Status SeriesMonitor::Load(SnapshotReader& r) {
  // "SMN5" adds the refit hold at the end (an older state has none: its
  // re-fit samples kept collecting through a change, as it did then); "SMN4"
  // adds the level detectors' recent inputs at the end (an older state starts
  // without them); "SMN3" keeps each pending level firing's
  // length instead of a ring of the last 256 observation times (from which an
  // older state's lengths are worked out below); "SMN2" added settled_ at the
  // end, and a "SMON" state counts as settled, as its series armed on warmup
  // alone.
  const bool with_refit_hold = r.NextTagIs("SMN5");
  const bool with_recent = with_refit_hold || r.NextTagIs("SMN4");
  const bool with_lengths = with_recent || r.NextTagIs("SMN3");
  const bool with_settled = with_lengths || r.NextTagIs("SMN2");
  r.Tag(with_refit_hold ? "SMN5"
        : with_recent  ? "SMN4"
        : with_lengths ? "SMN3"
        : with_settled ? "SMN2"
                       : "SMON");
  forecaster_.reset();
  rivals_.clear();
  if (r.Bool()) {
    forecaster_.emplace(design_->forecaster);
    if (Status s = forecaster_->Load(r); !s.ok()) return s;
    LoadScore(&forecaster_score_, r);
    // StartForecaster makes one rival per other level noise of the grid.
    const std::size_t rivals = r.BoundedCount(1, kLevelNoiseGrid.size() - 1, "rival forecasters");
    for (std::size_t i = 0; i < rivals && r.ok(); ++i) {
      rivals_.push_back({SeasonalForecaster(design_->forecaster), {}});
      if (Status s = rivals_.back().forecaster.Load(r); !s.ok()) return s;
      LoadScore(&rivals_.back().score, r);
    }
  }
  // Observations are held only until the forecaster starts, at kProbe.
  probe_.resize(r.BoundedCount(24, forecaster_ ? 0 : kProbe - 1, "held observations"));
  for (HeldObservation& h : probe_) {
    h.from = r.Time("held observation start");
    h.to = r.Time("held observation end");
    h.y = r.Finite("held observation value");
    h.covariates.resize(r.BoundedCount(8, design_->profile.covariates.size(), "covariates"));
    r.FiniteDoubles(h.covariates.data(), h.covariates.size(), "held covariate");
    if (h.covariates.size() != design_->profile.covariates.size()) {
      return r.Fail("covariates differ");
    }
    if (r.ok() && h.from > h.to) return r.Fail("held observation ends before it starts");
  }
  covariate_means_.resize(r.BoundedCount(8, design_->profile.covariates.size(), "covariates"));
  r.FiniteDoubles(covariate_means_.data(), covariate_means_.size(), "covariate mean");
  covariate_counts_.resize(r.BoundedCount(8, covariate_means_.size(), "covariate counts"));
  for (long long& count : covariate_counts_) count = r.Counter("covariate count");
  if (covariate_means_.size() != design_->profile.covariates.size() ||
      covariate_counts_.size() != covariate_means_.size()) {
    return r.Fail("covariates differ");
  }
  covariate_values_.assign(covariate_means_.size(), 0.0);
  if (Status s = scale_.Load(r); !s.ok()) return s;
  profile_.reset();
  if (r.Bool()) {
    const EventTime period = r.Time("phase profile period");
    const std::int64_t bins = r.I64();
    const std::int64_t fold = r.I64();
    if (r.ok() && (period <= 0 || bins < 1 || bins > kMaxLongPhaseBins || fold < 0 ||
                   fold > kMaxPhaseBins)) {
      return r.Fail("phase profile out of range");
    }
    // The phase bins' own season comes with the profile's state (older
    // checkpoints: as wide as the long bins, the constructor's default).
    profile_.emplace(period, static_cast<int>(bins), design_->scale.clip,
                     static_cast<int>(fold));
    if (Status s = profile_->Load(r); !s.ok()) return s;
    if (profile_->fold_bins() != fold) return r.Fail("phase profile bins differ");
  }
  if (forecaster_.has_value() != profile_.has_value()) {
    return r.Fail("phase profile and forecaster do not go together");
  }
  if (Status s = arrival_.Load(r); !s.ok()) return s;
  if (Status s = variance_.Load(r); !s.ok()) return s;
  if (r.Count(1) != level_.size()) return r.Fail("level detectors differ");
  for (std::size_t i = 0; i < level_.size(); ++i) {
    if (r.U8() != static_cast<std::uint8_t>(level_kinds_[i])) {
      return r.Fail("level detectors differ");
    }
    if (r.Bool()) {
      if (level_kinds_[i] != DetectorKind::kCusum) return r.Fail("level detectors differ");
      level_[i].emplace<PoissonCusum>(PoissonCusumOptions{});  // Load sets the options
    } else if (std::holds_alternative<PoissonCusum>(level_[i])) {
      level_[i].emplace<Cusum>(design_->level.cusum);
    }
    if (Status s = VisitLevel([&r](auto& d) { return d.Load(r); }, level_[i]); !s.ok())
      return s;
    firings_[i].observation = r.I64();  // -1: none
    if (r.ok() && (firings_[i].observation < -1 ||
                   firings_[i].observation > SnapshotReader::kMaxCounter)) {
      return r.Fail("level firing observation out of range");
    }
    LoadAlarm(&firings_[i].alarm, r);
    if (with_lengths) firings_[i].alarm.length = r.Counter("level firing length");
    threshold_fraction_[i] = r.NonNegative("level threshold fraction");
  }
  pending_.resize(r.Count(16));
  for (auto& [t, v] : pending_) {
    t = r.Time("held reading time");
    v = r.Finite("held reading value");
  }
  newest_ = ReorderTime(r, "newest reading time");
  released_ = ReorderTime(r, "released reading time");
  if (r.ok()) {
    // Observe pops the buffer as a min-heap on time and releases in order:
    // every held reading is within [released, newest].
    const auto later = [](const auto& a, const auto& b) { return a.first > b.first; };
    if (!std::is_heap(pending_.begin(), pending_.end(), later)) {
      return r.Fail("held readings are not in reorder order");
    }
    for (const auto& [t, v] : pending_) {
      if (t < released_ || t > newest_) return r.Fail("held reading outside the reorder window");
    }
    if (released_ > newest_) return r.Fail("released reading is newer than the newest");
  }
  if (Status s = intake_.Load(r); !s.ok()) return s;
  observations_ = r.Counter("observations");
  level_hold_until_ = r.Counter("level hold");
  variance_hold_until_ = r.Counter("variance hold");
  rate_hold_until_ = r.Counter("rate hold");
  last_z_ = r.Finite("last z");
  if (Status s = whitener_.Load(r); !s.ok()) return s;
  // Samples are re-fitted and cleared when they reach RefitSampleSize().
  LoadSample(r, kMaxRefitSample - 1, "variance sample", &variance_sample_);
  LoadSample(r, kMaxRefitSample - 1, "arrival sample", &arrival_sample_);
  variance_refitted_ = r.Bool();
  arrival_refitted_ = r.Bool();
  silent_ = r.Bool();
  has_reading_ = r.Bool();
  last_reading_ = r.Time("last reading time");
  regime_start_ = r.OptionalI64();
  if (r.ok() && regime_start_ &&
      (*regime_start_ < -SnapshotReader::kMaxTime || *regime_start_ > SnapshotReader::kMaxTime)) {
    return r.Fail("regime start is out of the time range");
  }
  if (!with_lengths) {
    // The ring of the last 256 observation times: a firing's length is the
    // number of them at or after its change_at, less those since it fired.
    std::array<EventTime, 256> recent{};
    for (EventTime& t : recent) t = r.Time("recent observation time");
    for (Firing& firing : firings_) {
      if (firing.observation < 0) continue;
      long long inside = 0;
      const long long available = std::min<long long>(observations_, recent.size());
      for (long long k = 0; k < available; ++k) {
        inside += recent[static_cast<size_t>(observations_ - k) % recent.size()] >=
                  firing.alarm.change_at;
      }
      firing.alarm.length = std::max(inside - (observations_ - firing.observation), 1LL);
    }
  }
  regime_observations_ = r.Counter("regime observations");
  value_sum_ = r.Finite("sum of readings");
  count_chart_decided_ = r.Bool();
  // (count, unfloored mean ratio) pairs, re-fitted and cleared at 2 RefitSampleSize()
  // values.
  count_sample_.resize(r.BoundedCount(8, 2 * kMaxRefitSample - 1, "count chart sample"));
  r.FiniteDoubles(count_sample_.data(), count_sample_.size(), "count chart sample");
  count_refitted_ = r.Bool();
  if (Status s = health_.Load(r); !s.ok()) return s;
  LoadSample(r, kMaxRefitSample - 1, "adapt_thresholds sample", &level_sample_);
  adapted_h_ = r.Finite("adapted threshold");
  settled_ = with_settled ? r.Bool() : true;
  // An older state has no recent z: the next firings keep their detector's
  // estimate until kChangeWindow readings are in.
  recent_count_ = 0;
  recent_z_.fill(0.0);
  recent_times_.fill(0);
  if (with_recent) {
    recent_count_ = r.U64();
    r.FiniteDoubles(recent_z_.data(), recent_z_.size(), "recent z");
    for (EventTime& t : recent_times_) t = r.Time("recent z time");
  }
  refit_hold_until_ = with_refit_hold ? r.Counter("refit hold") : 0;
  if (!r.ok()) return r.status();
  if (adapted_h_ > 0) {
    for (LevelDetector& d : level_) {
      if (Cusum* cusum = std::get_if<Cusum>(&d)) cusum->SetDecisionInterval(adapted_h_);
    }
  }
  return r.status();
}

}  // namespace plumbline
----------
Reproduce word for word the material above, beginning with the line that contains "if (Status s = VisitLevel([&r](auto&" and ending with the line that contains "regime_start_ = r.OptionalI64();".

# SOLVED PROBLEM:
    if (Status s = VisitLevel([&r](auto& d) { return d.Load(r); }, level_[i]); !s.ok())
      return s;
    firings_[i].observation = r.I64();  // -1: none
    if (r.ok() && (firings_[i].observation < -1 ||
                   firings_[i].observation > SnapshotReader::kMaxCounter)) {
      return r.Fail("level firing observation out of range");
    }
    LoadAlarm(&firings_[i].alarm, r);
    if (with_lengths) firings_[i].alarm.length = r.Counter("level firing length");
    threshold_fraction_[i] = r.NonNegative("level threshold fraction");
  }
  pending_.resize(r.Count(16));
  for (auto& [t, v] : pending_) {
    t = r.Time("held reading time");
    v = r.Finite("held reading value");
  }
  newest_ = ReorderTime(r, "newest reading time");
  released_ = ReorderTime(r, "released reading time");
  if (r.ok()) {
    // Observe pops the buffer as a min-heap on time and releases in order:
    // every held reading is within [released, newest].
    const auto later = [](const auto& a, const auto& b) { return a.first > b.first; };
    if (!std::is_heap(pending_.begin(), pending_.end(), later)) {
      return r.Fail("held readings are not in reorder order");
    }
    for (const auto& [t, v] : pending_) {
      if (t < released_ || t > newest_) return r.Fail("held reading outside the reorder window");
    }
    if (released_ > newest_) return r.Fail("released reading is newer than the newest");
  }
  if (Status s = intake_.Load(r); !s.ok()) return s;
  observations_ = r.Counter("observations");
  level_hold_until_ = r.Counter("level hold");
  variance_hold_until_ = r.Counter("variance hold");
  rate_hold_until_ = r.Counter("rate hold");
  last_z_ = r.Finite("last z");
  if (Status s = whitener_.Load(r); !s.ok()) return s;
  // Samples are re-fitted and cleared when they reach RefitSampleSize().
  LoadSample(r, kMaxRefitSample - 1, "variance sample", &variance_sample_);
  LoadSample(r, kMaxRefitSample - 1, "arrival sample", &arrival_sample_);
  variance_refitted_ = r.Bool();
  arrival_refitted_ = r.Bool();
  silent_ = r.Bool();
  has_reading_ = r.Bool();
  last_reading_ = r.Time("last reading time");
  regime_start_ = r.OptionalI64();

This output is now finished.